▼
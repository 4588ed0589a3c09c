#include "tailwise/json.h"

#include <cassert>
#include <charconv>
#include <cmath>
#include <cstdio>

namespace tailwise {

std::string jsonEscape(std::string_view text)
{
    std::string out;
    out.reserve(text.size() + 2);
    for (char ch : text) {
        const unsigned char c = static_cast<unsigned char>(ch);
        switch (c) {
        case '"': out += "\\\""; break;
        case '\\': out += "\\\\"; break;
        case '\n': out += "\\n"; break;
        case '\r': out += "\\r"; break;
        case '\t': out += "\\t"; break;
        default:
            if (c < 0x20) {
                char buffer[8];
                std::snprintf(buffer, sizeof buffer, "\\u%04x", c);
                out += buffer;
            } else {
                out += ch;
            }
        }
    }
    return out;
}

std::string formatShortest(double number)
{
    char buffer[64];
    const auto [end, ec] = std::to_chars(buffer, buffer + sizeof buffer, number);
    return std::string(buffer, end);
}

void JsonWriter::newline()
{
    if (m_indent <= 0)
        return;
    m_out += '\n';
    m_out.append(static_cast<std::size_t>(m_depth * m_indent), ' ');
}

void JsonWriter::beforeValue()
{
    if (m_afterKey) {
        m_afterKey = false;
        return;
    }
    if (m_depth > 0) {
        if (!m_first)
            m_out += ',';
        newline();
    }
    m_first = false;
}

JsonWriter &JsonWriter::beginObject()
{
    beforeValue();
    m_out += '{';
    ++m_depth;
    m_first = true;
    return *this;
}

JsonWriter &JsonWriter::endObject()
{
    --m_depth;
    if (!m_first)
        newline();
    m_out += '}';
    m_first = false;
    return *this;
}

JsonWriter &JsonWriter::beginArray()
{
    beforeValue();
    m_out += '[';
    ++m_depth;
    m_first = true;
    return *this;
}

JsonWriter &JsonWriter::endArray()
{
    --m_depth;
    if (!m_first)
        newline();
    m_out += ']';
    m_first = false;
    return *this;
}

JsonWriter &JsonWriter::key(std::string_view name)
{
    beforeValue();
    m_out += '"';
    m_out += jsonEscape(name);
    m_out += m_indent > 0 ? "\": " : "\":";
    m_afterKey = true;
    return *this;
}

JsonWriter &JsonWriter::value(double number)
{
    assert(std::isfinite(number) && "a non-finite number reached the JSON writer");
    beforeValue();
    m_out += std::isfinite(number) ? formatShortest(number) : std::string("null");
    return *this;
}

JsonWriter &JsonWriter::value(std::optional<double> number)
{
    return number ? value(*number) : null();
}

JsonWriter &JsonWriter::value(int number)
{
    beforeValue();
    m_out += std::to_string(number);
    return *this;
}

JsonWriter &JsonWriter::value(bool flag)
{
    beforeValue();
    m_out += flag ? "true" : "false";
    return *this;
}

JsonWriter &JsonWriter::value(std::string_view text)
{
    beforeValue();
    m_out += '"';
    m_out += jsonEscape(text);
    m_out += '"';
    return *this;
}

JsonWriter &JsonWriter::null()
{
    beforeValue();
    m_out += "null";
    return *this;
}

} // namespace tailwise
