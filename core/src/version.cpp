#include "tailwise/version.h"

#ifndef TAILWISE_VERSION
#error "TAILWISE_VERSION is defined by core/CMakeLists.txt"
#endif

namespace tailwise {

const char *toolVersion() { return TAILWISE_VERSION; }

} // namespace tailwise
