// Internal: the text rules shared by the CSV readers (prices, holdings, scenarios).
// Lines end in LF or CRLF; a UTF-8 byte-order mark at the start is skipped; cells are separated
// by commas; a cell may be double-quoted (a doubled quote inside stands for one quote).
#pragma once

#include "tailwise/result.h"

#include <cstddef>
#include <optional>
#include <string>
#include <string_view>
#include <vector>

namespace tailwise::csv {

std::string_view stripBom(std::string_view text);

// Iterates lines without copying; tracks the 1-based line number.
class LineReader {
public:
    explicit LineReader(std::string_view text) : m_text(stripBom(text)) {}
    // Next line without its terminator; false at the end.
    bool next(std::string_view &line);
    int lineNumber() const { return m_line; }

private:
    std::string_view m_text;
    std::size_t m_pos = 0;
    int m_line = 0;
};

struct Cell {
    std::string_view text; // trimmed of surrounding blanks, quotes removed when not escaped
    std::string unescaped; // set only when the cell held an escaped quote
    int column = 0;        // 1-based
    std::string_view value() const { return unescaped.empty() ? text : std::string_view(unescaped); }
};

// Splits one line into cells. Error when a quoted cell is not closed.
Result<std::vector<Cell>> splitLine(std::string_view line, const std::string &source, int lineNumber);

// Calls `onCell(index, text)` for each comma-separated cell of an unquoted data line without
// allocating; cells are trimmed of blanks. Returns the number of cells.
template <class F>
int forEachCell(std::string_view line, F &&onCell)
{
    int index = 0;
    std::size_t start = 0;
    while (true) {
        std::size_t end = line.find(',', start);
        const bool last = end == std::string_view::npos;
        if (last)
            end = line.size();
        std::string_view cell = line.substr(start, end - start);
        while (!cell.empty() && (cell.front() == ' ' || cell.front() == '\t'))
            cell.remove_prefix(1);
        while (!cell.empty() && (cell.back() == ' ' || cell.back() == '\t'))
            cell.remove_suffix(1);
        if (!onCell(index, cell))
            return -1;
        ++index;
        if (last)
            return index;
        start = end + 1;
    }
}

// A file of rows under a header that names its columns — the layout of the holdings and scenario
// CSVs — read one row at a time with the rules both share, and their messages:
//   - blank lines are skipped; a line over 64 KiB is refused ("the line is longer than the limit
//     of 64 KiB", at its line);
//   - the first non-blank line is the header: each cell one of the reader's column names, in any
//     case, at most once ("unknown column \"x\": expected …", "the column 'x' appears twice", at
//     the cell's line and column); no header at all is "the file is empty: expected …";
//   - every later row has as many cells as the header ("the row has n cells, expected m as in the
//     header", at the first cell missing or too many), and there are at most maxRows of them
//     ("more than 100000 <rows>: over the limit").
// Messages are core's fileError: "<source>:<line>:<column>: <what>".
class HeaderedRows {
public:
    struct Layout {
        std::vector<std::string_view> columns; // the column names, lowercase
        std::string expectedColumns;           // after "unknown column …: expected "
        std::string emptyExpectation;          // after "the file is empty: expected "
        std::string rowsName;                  // "holdings", "shocks": in the over-the-limit message
        std::size_t maxRows = 100000;
    };

    HeaderedRows(std::string_view text, std::string source, Layout layout);

    // Reads the header; call once, first.
    Status readHeader();
    int headerLine() const { return m_headerLine; }
    // The 0-based index of a column of the layout, or -1 when the header lacks it.
    int column(std::string_view name) const;

    // Moves to the next row: true with cells(), false at the end, or the row's error.
    Result<bool> next();
    const std::vector<Cell> &cells() const { return m_cells; }
    std::string_view cell(int column) const { return m_cells[static_cast<std::size_t>(column)].value(); }
    int lineNumber() const { return m_lines.lineNumber(); }
    std::size_t rowCount() const { return m_rows; }

    // An error at the current row, in the given 0-based column (-1: the whole line).
    Error error(ErrorKind kind, int column, const std::string &what) const;
    // An error at a line of the file, for after the last row (column 0).
    Error errorAtLine(ErrorKind kind, int line, const std::string &what) const;

private:
    LineReader m_lines;
    std::string m_source;
    Layout m_layout;
    std::vector<int> m_index; // per layout column: its 0-based index in the header, or -1
    std::size_t m_columns = 0;
    std::size_t m_rows = 0;
    int m_headerLine = 0;
    std::vector<Cell> m_cells;
};

// A finite decimal number, the whole cell; nullopt otherwise (NaN and infinity are refused).
std::optional<double> parseNumber(std::string_view text);
// The fast path of a reader: a number at the start of [first, last) with no blank, sign or other
// decoration before it. Returns where it ends and sets `value` when that number is normal and
// positive (the value parseNumber gives for the same text); nullptr otherwise, and the caller
// goes the general way, which gives the message.
const char *parsePositivePrefix(const char *first, const char *last, double &value);
bool isNonFiniteLiteral(std::string_view text);

// Describes a cell's content for a message: "\"abc\"", or "an empty cell"; long text is cut.
std::string quoteForMessage(std::string_view text);

// Reads a whole file as text. Errors: FileUnreadable for a missing file, a folder, an unreadable
// file, or one over `maxBytes`.
Result<std::string> readFileText(const std::string &path, std::size_t maxBytes);

// A whole file's text without copying it: a read-only mapping of the file (the pages come from
// the page cache), or the text read into memory where a mapping is not possible (an empty file, a
// pipe). Same checks and errors as readFileText. Move-only.
class FileText {
public:
    static Result<FileText> open(const std::string &path, std::size_t maxBytes);
    FileText(FileText &&other) noexcept;
    FileText &operator=(FileText &&) = delete;
    FileText(const FileText &) = delete;
    ~FileText();
    std::string_view text() const { return m_mapped ? std::string_view(m_mapped, m_size) : std::string_view(m_read); }

private:
    FileText() = default;
    const char *m_mapped = nullptr;
    std::size_t m_size = 0;
    std::string m_read;
};

} // namespace tailwise::csv
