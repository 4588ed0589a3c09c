#include "tailwise/studentt.h"

#include <boost/math/distributions/students_t.hpp>

#include <cassert>
#include <cmath>

namespace tailwise {

double studentTScale(double dof)
{
    assert(dof > 2.0);
    return std::sqrt((dof - 2.0) / dof);
}

namespace {
double upperQuantile(const boost::math::students_t &t, double confidence)
{
    return boost::math::quantile(boost::math::complement(t, 1.0 - confidence));
}
} // namespace

double studentTVarFactor(double dof, double confidence)
{
    assert(confidence > 0.0 && confidence < 1.0);
    const boost::math::students_t t(dof);
    return studentTScale(dof) * upperQuantile(t, confidence);
}

double studentTEsFactor(double dof, double confidence)
{
    assert(confidence > 0.0 && confidence < 1.0);
    const boost::math::students_t t(dof);
    const double q = upperQuantile(t, confidence);
    return studentTScale(dof) * (dof + q * q) / (dof - 1.0) * boost::math::pdf(t, q) / (1.0 - confidence);
}

VarEs studentTVarEs(HorizonMoments m, double dof, double confidence)
{
    return VarEs{studentTVarFactor(dof, confidence) * m.sd - m.mean, studentTEsFactor(dof, confidence) * m.sd - m.mean};
}

std::optional<double> fitDofByKurtosis(double k)
{
    if (!(k > 0.0) || !std::isfinite(k))
        return std::nullopt;
    const double nu = 4.0 + 6.0 / k;
    // A tiny K gives a huge ν: the t is then the normal to working precision; cap it so that
    // Boost's t stays well inside its domain.
    return std::min(nu, 1e6);
}

} // namespace tailwise
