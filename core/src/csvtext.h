// Internal: the text rules shared by the CSV readers (prices, holdings).
// Lines end in LF or CRLF; a UTF-8 byte-order mark at the start is skipped; cells are separated
// by commas; a cell may be double-quoted (a doubled quote inside stands for one quote).
#pragma once

#include "tailwise/result.h"

#include <cstddef>
#include <optional>
#include <string>
#include <string_view>
#include <vector>

namespace tailwise::csv {

std::string_view stripBom(std::string_view text);

// Iterates lines without copying; tracks the 1-based line number.
class LineReader {
public:
    explicit LineReader(std::string_view text) : m_text(stripBom(text)) {}
    // Next line without its terminator; false at the end.
    bool next(std::string_view &line);
    int lineNumber() const { return m_line; }

private:
    std::string_view m_text;
    std::size_t m_pos = 0;
    int m_line = 0;
};

struct Cell {
    std::string_view text; // trimmed of surrounding blanks, quotes removed when not escaped
    std::string unescaped; // set only when the cell held an escaped quote
    int column = 0;        // 1-based
    std::string_view value() const { return unescaped.empty() ? text : std::string_view(unescaped); }
};

// Splits one line into cells. Error when a quoted cell is not closed.
Result<std::vector<Cell>> splitLine(std::string_view line, const std::string &source, int lineNumber);

// Calls `onCell(index, text)` for each comma-separated cell of an unquoted data line without
// allocating; cells are trimmed of blanks. Returns the number of cells.
template <class F>
int forEachCell(std::string_view line, F &&onCell)
{
    int index = 0;
    std::size_t start = 0;
    while (true) {
        std::size_t end = line.find(',', start);
        const bool last = end == std::string_view::npos;
        if (last)
            end = line.size();
        std::string_view cell = line.substr(start, end - start);
        while (!cell.empty() && (cell.front() == ' ' || cell.front() == '\t'))
            cell.remove_prefix(1);
        while (!cell.empty() && (cell.back() == ' ' || cell.back() == '\t'))
            cell.remove_suffix(1);
        if (!onCell(index, cell))
            return -1;
        ++index;
        if (last)
            return index;
        start = end + 1;
    }
}

// A finite decimal number, the whole cell; nullopt otherwise (NaN and infinity are refused).
std::optional<double> parseNumber(std::string_view text);
// The fast path of a reader: a number at the start of [first, last) with no blank, sign or other
// decoration before it. Returns where it ends and sets `value` when that number is normal and
// positive (the value parseNumber gives for the same text); nullptr otherwise, and the caller
// goes the general way, which gives the message.
const char *parsePositivePrefix(const char *first, const char *last, double &value);
bool isNonFiniteLiteral(std::string_view text);

// Describes a cell's content for a message: "\"abc\"", or "an empty cell"; long text is cut.
std::string quoteForMessage(std::string_view text);

// Reads a whole file as text. Errors: FileUnreadable for a missing file, a folder, an unreadable
// file, or one over `maxBytes`.
Result<std::string> readFileText(const std::string &path, std::size_t maxBytes);

// A whole file's text without copying it: a read-only mapping of the file (the pages come from
// the page cache), or the text read into memory where a mapping is not possible (an empty file, a
// pipe). Same checks and errors as readFileText. Move-only.
class FileText {
public:
    static Result<FileText> open(const std::string &path, std::size_t maxBytes);
    FileText(FileText &&other) noexcept;
    FileText &operator=(FileText &&) = delete;
    FileText(const FileText &) = delete;
    ~FileText();
    std::string_view text() const { return m_mapped ? std::string_view(m_mapped, m_size) : std::string_view(m_read); }

private:
    FileText() = default;
    const char *m_mapped = nullptr;
    std::size_t m_size = 0;
    std::string m_read;
};

} // namespace tailwise::csv
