#include "tailwise/grid.h"

#include <cmath>

namespace tailwise {

RiskGrid normalRiskGrid(HorizonMoments oneDay, std::vector<int> horizons, std::vector<double> confidences)
{
    RiskGrid grid;
    grid.horizons = std::move(horizons);
    grid.confidences = std::move(confidences);
    grid.var.reserve(grid.horizons.size() * grid.confidences.size());
    grid.es.reserve(grid.var.capacity());
    // The factors depend on the confidence only: found once per column, not once per cell (a
    // year × 60 confidences is 15,000 cells). Each cell is then exactly normalVarEs's expression.
    std::vector<double> z, tail;
    z.reserve(grid.confidences.size());
    tail.reserve(grid.confidences.size());
    for (double c : grid.confidences) {
        z.push_back(normalQuantile(c));
        tail.push_back(normalTailMeanFactor(c));
    }
    for (int h : grid.horizons) {
        const HorizonMoments m{oneDay.mean * h, oneDay.sd * std::sqrt(static_cast<double>(h))};
        for (std::size_t k = 0; k < grid.confidences.size(); ++k) {
            grid.var.push_back(z[k] * m.sd - m.mean);
            grid.es.push_back(tail[k] * m.sd - m.mean);
        }
    }
    return grid;
}

std::optional<double> normalVarTurningHorizon(HorizonMoments oneDay, double confidence)
{
    if (!(oneDay.mean > 0.0) || !(oneDay.sd > 0.0) || !(confidence > 0.5 && confidence < 1.0))
        return std::nullopt;
    const double root = normalQuantile(confidence) * oneDay.sd / (2.0 * oneDay.mean);
    const double h = root * root;
    if (!std::isfinite(h))
        return std::nullopt;
    return h;
}

} // namespace tailwise
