#include "tailwise/limits.h"

#include "tailwise/json.h"

#include <charconv>
#include <cmath>

namespace tailwise {

namespace {

std::optional<double> parseNumber(std::string_view text)
{
    if (text.empty())
        return std::nullopt;
    double v = 0.0;
    const auto [end, ec] = std::from_chars(text.data(), text.data() + text.size(), v);
    if (ec != std::errc() || end != text.data() + text.size() || !std::isfinite(v))
        return std::nullopt;
    return v;
}

std::string quoted(std::string_view s)
{
    std::string out;
    out.reserve(s.size() + 2);
    out.push_back('"');
    out.append(s);
    out.push_back('"');
    return out;
}

std::string_view trim(std::string_view s)
{
    while (!s.empty() && s.front() == ' ')
        s.remove_prefix(1);
    while (!s.empty() && s.back() == ' ')
        s.remove_suffix(1);
    return s;
}

} // namespace

std::string_view toName(LimitMeasure m) { return m == LimitMeasure::Var ? "var" : "es"; }

std::string_view toName(LimitState s)
{
    switch (s) {
    case LimitState::Ok: return "ok";
    case LimitState::Warning: return "warning";
    case LimitState::Breached: return "breached";
    }
    return "ok";
}

std::optional<LimitMeasure> parseLimitMeasure(std::string_view name)
{
    if (name == "var")
        return LimitMeasure::Var;
    if (name == "es")
        return LimitMeasure::Es;
    return std::nullopt;
}

std::optional<LimitState> parseLimitState(std::string_view name)
{
    for (const auto s : {LimitState::Ok, LimitState::Warning, LimitState::Breached})
        if (toName(s) == name)
            return s;
    return std::nullopt;
}

Result<Limit> parseLimit(std::string_view text, const std::string &option)
{
    const std::string shown = quoted(text);
    auto bad = [&](const std::string &what) {
        return fieldError(ErrorKind::Value, option, what + " in " + shown
                                                        + " (expected MEASURE=AMOUNT[%][,warn=W%][,group=NAME], e.g. var=250000 or es=2.5%,warn=90%)");
    };
    Limit limit;
    bool first = true;
    while (true) {
        const std::size_t comma = text.find(',');
        const std::string_view part = trim(text.substr(0, comma));
        const std::size_t eq = part.find('=');
        if (eq == std::string_view::npos)
            return bad(quoted(part) + " has no \"=\"");
        const std::string_view name = trim(part.substr(0, eq));
        std::string_view val = trim(part.substr(eq + 1));
        if (first) {
            const auto measure = parseLimitMeasure(name);
            if (!measure)
                return bad("the measure \"" + std::string(name) + "\" is neither var nor es");
            limit.measure = *measure;
            if (!val.empty() && val.back() == '%') {
                limit.percentOfValue = true;
                val.remove_suffix(1);
            }
            const auto amount = parseNumber(trim(val));
            if (!amount)
                return bad("the amount \"" + std::string(val) + "\" is not a number");
            if (*amount <= 0.0)
                return bad("the limit must be greater than zero, found " + std::string(val));
            if (limit.percentOfValue && *amount > 100.0)
                return bad("a limit in percent of value is at most 100%, found " + std::string(val) + "%");
            limit.amount = *amount;
        } else if (name == "warn") {
            if (val.empty() || val.back() != '%')
                return bad("the warning level is a percentage of the limit such as warn=80%");
            val.remove_suffix(1);
            const auto w = parseNumber(trim(val));
            if (!w || *w <= 0.0 || *w > 100.0)
                return bad("the warning level must be above 0% and at most 100%, found \"" + std::string(val) + "%\"");
            limit.warningLevel = *w / 100.0;
        } else if (name == "group") {
            if (val.empty())
                return bad("group= needs a group name");
            limit.group = std::string(val);
        } else {
            return bad("unknown part \"" + std::string(name) + "\" (expected warn or group)");
        }
        first = false;
        if (comma == std::string_view::npos)
            break;
        text = text.substr(comma + 1);
    }
    return limit;
}

std::string limitText(const Limit &limit)
{
    std::string s = std::string(toName(limit.measure)) + "=" + formatShortest(limit.amount) + (limit.percentOfValue ? "%" : "");
    if (limit.warningLevel != 0.8)
        s += ",warn=" + formatShortest(limit.warningLevel * 100.0) + "%";
    if (!limit.group.empty())
        s += ",group=" + limit.group;
    return s;
}

Status checkLimits(const std::vector<Limit> &limits, const std::vector<std::string> &knownGroups, const std::string &option)
{
    for (const auto &l : limits) {
        if (!(l.amount > 0.0) || !std::isfinite(l.amount))
            return fieldError(ErrorKind::Value, option, limitText(l) + ": the limit must be greater than zero");
        if (!(l.warningLevel > 0.0 && l.warningLevel <= 1.0))
            return fieldError(ErrorKind::Value, option, limitText(l) + ": the warning level must be above 0% and at most 100%");
        if (l.group.empty())
            continue;
        bool known = false;
        for (const auto &g : knownGroups)
            known = known || g == l.group;
        if (!known) {
            std::string there;
            for (const auto &g : knownGroups)
                there += (there.empty() ? "" : ", ") + g;
            return fieldError(ErrorKind::Reference, option,
                              "unknown group \"" + l.group + "\" in " + limitText(l)
                                  + (knownGroups.empty() ? std::string(" (the holdings are in no groups; a limit can only be on the whole book)")
                                                         : " (the groups are: " + there + ")"));
        }
    }
    return Done{};
}

Result<std::vector<LimitUse>> evaluateLimits(const std::vector<Limit> &limits, const LimitFigures &figures)
{
    std::vector<LimitUse> out;
    for (const auto &l : limits) {
        LimitUse u;
        u.limit = l;
        if (l.percentOfValue) {
            if (!(figures.portfolioValue > 0.0))
                return fieldError(ErrorKind::Value, "limit",
                                  limitText(l) + ": a limit in percent of value needs a positive portfolio value, found "
                                      + formatShortest(figures.portfolioValue));
            u.limitMoney = l.amount / 100.0 * figures.portfolioValue;
        } else {
            u.limitMoney = l.amount;
        }
        u.value = l.measure == LimitMeasure::Var ? figures.var : figures.es;
        u.use = u.value / u.limitMoney;
        u.state = u.use > 1.0 ? LimitState::Breached : (u.use >= l.warningLevel ? LimitState::Warning : LimitState::Ok);
        out.push_back(u);
    }
    return out;
}

bool anyBreached(const std::vector<LimitUse> &uses)
{
    for (const auto &u : uses)
        if (u.state == LimitState::Breached)
            return true;
    return false;
}

} // namespace tailwise
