#include "tailwise/risk.h"

#include "tailwise/finitecheck.h"

#include "tailwise/allocation.h"
#include "tailwise/cornishfisher.h"
#include "tailwise/estimate.h"
#include "tailwise/guard.h"
#include "tailwise/historical.h"
#include "tailwise/returns.h"
#include "tailwise/simulate.h"
#include "tailwise/studentt.h"

#include <chrono>
#include <cmath>
#include <cstdio>
#include <span>
#include <string_view>
#include <unordered_map>
#include <vector>

namespace tailwise {

namespace {

using Clock = std::chrono::steady_clock;

double msBetween(Clock::time_point from, Clock::time_point to)
{
    return std::chrono::duration<double, std::milli>(to - from).count();
}

// Fills the fields that follow from exposures, moments and assumptions alone.
void fillFigures(RiskReport &report, const Eigen::VectorXd &exposures, const Eigen::MatrixXd &cov,
                 const Eigen::VectorXd &mean)
{
    const auto &a = report.assumptions;
    const double h = static_cast<double>(a.horizonDays);
    report.exposures = exposures;
    report.portfolioValue = exposures.sum();
    const double variance = std::max(0.0, exposures.dot(cov * exposures));
    report.oneDay = HorizonMoments{exposures.dot(mean), std::sqrt(variance)};
    report.horizon = HorizonMoments{h * report.oneDay.mean, std::sqrt(h) * report.oneDay.sd};
    report.figures = normalVarEs(report.horizon, a.confidence);
    if (report.portfolioValue == 0.0)
        report.warnings.push_back("the portfolio's net value is zero: VaR and ES cannot be given as a share of it");
    if (report.oneDay.sd == 0.0)
        report.warnings.push_back("the portfolio's P&L has zero variance over the window: VaR reflects the mean only");

    for (std::size_t i = 0; i < report.holdings.size(); ++i) {
        auto &hr = report.holdings[i];
        const auto k = static_cast<Eigen::Index>(i);
        hr.exposure = exposures(k);
        if (report.portfolioValue != 0.0)
            hr.weight = exposures(k) / report.portfolioValue;
        hr.dailyVolatility = std::sqrt(std::max(0.0, cov(k, k)));
    }
}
▲
▶ _What is expected_
Could you restate, word for word, the lines above from the one with "u.limitMoney = l.amount /" to the one with "if (report.portfolioValue == 0.0)", both included?

▶ _Solution to the exercise_
            u.limitMoney = l.amount / 100.0 * figures.portfolioValue;
        } else {
            u.limitMoney = l.amount;
        }
        u.value = l.measure == LimitMeasure::Var ? figures.var : figures.es;
        u.use = u.value / u.limitMoney;
        u.state = u.use > 1.0 ? LimitState::Breached : (u.use >= l.warningLevel ? LimitState::Warning : LimitState::Ok);
        out.push_back(u);
    }
    return out;
}

bool anyBreached(const std::vector<LimitUse> &uses)
{
    for (const auto &u : uses)
        if (u.state == LimitState::Breached)
            return true;
    return false;
}

} // namespace tailwise
#include "tailwise/risk.h"

#include "tailwise/finitecheck.h"

#include "tailwise/allocation.h"
#include "tailwise/cornishfisher.h"
#include "tailwise/estimate.h"
#include "tailwise/guard.h"
#include "tailwise/historical.h"
#include "tailwise/returns.h"
#include "tailwise/simulate.h"
#include "tailwise/studentt.h"

#include <chrono>
#include <cmath>
#include <cstdio>
#include <span>
#include <string_view>
#include <unordered_map>
#include <vector>

namespace tailwise {

namespace {

using Clock = std::chrono::steady_clock;

double msBetween(Clock::time_point from, Clock::time_point to)
{
    return std::chrono::duration<double, std::milli>(to - from).count();
}

// Fills the fields that follow from exposures, moments and assumptions alone.
void fillFigures(RiskReport &report, const Eigen::VectorXd &exposures, const Eigen::MatrixXd &cov,
                 const Eigen::VectorXd &mean)
{
    const auto &a = report.assumptions;
    const double h = static_cast<double>(a.horizonDays);
    report.exposures = exposures;
    report.portfolioValue = exposures.sum();
    const double variance = std::max(0.0, exposures.dot(cov * exposures));
    report.oneDay = HorizonMoments{exposures.dot(mean), std::sqrt(variance)};
    report.horizon = HorizonMoments{h * report.oneDay.mean, std::sqrt(h) * report.oneDay.sd};
    report.figures = normalVarEs(report.horizon, a.confidence);
    if (report.portfolioValue == 0.0)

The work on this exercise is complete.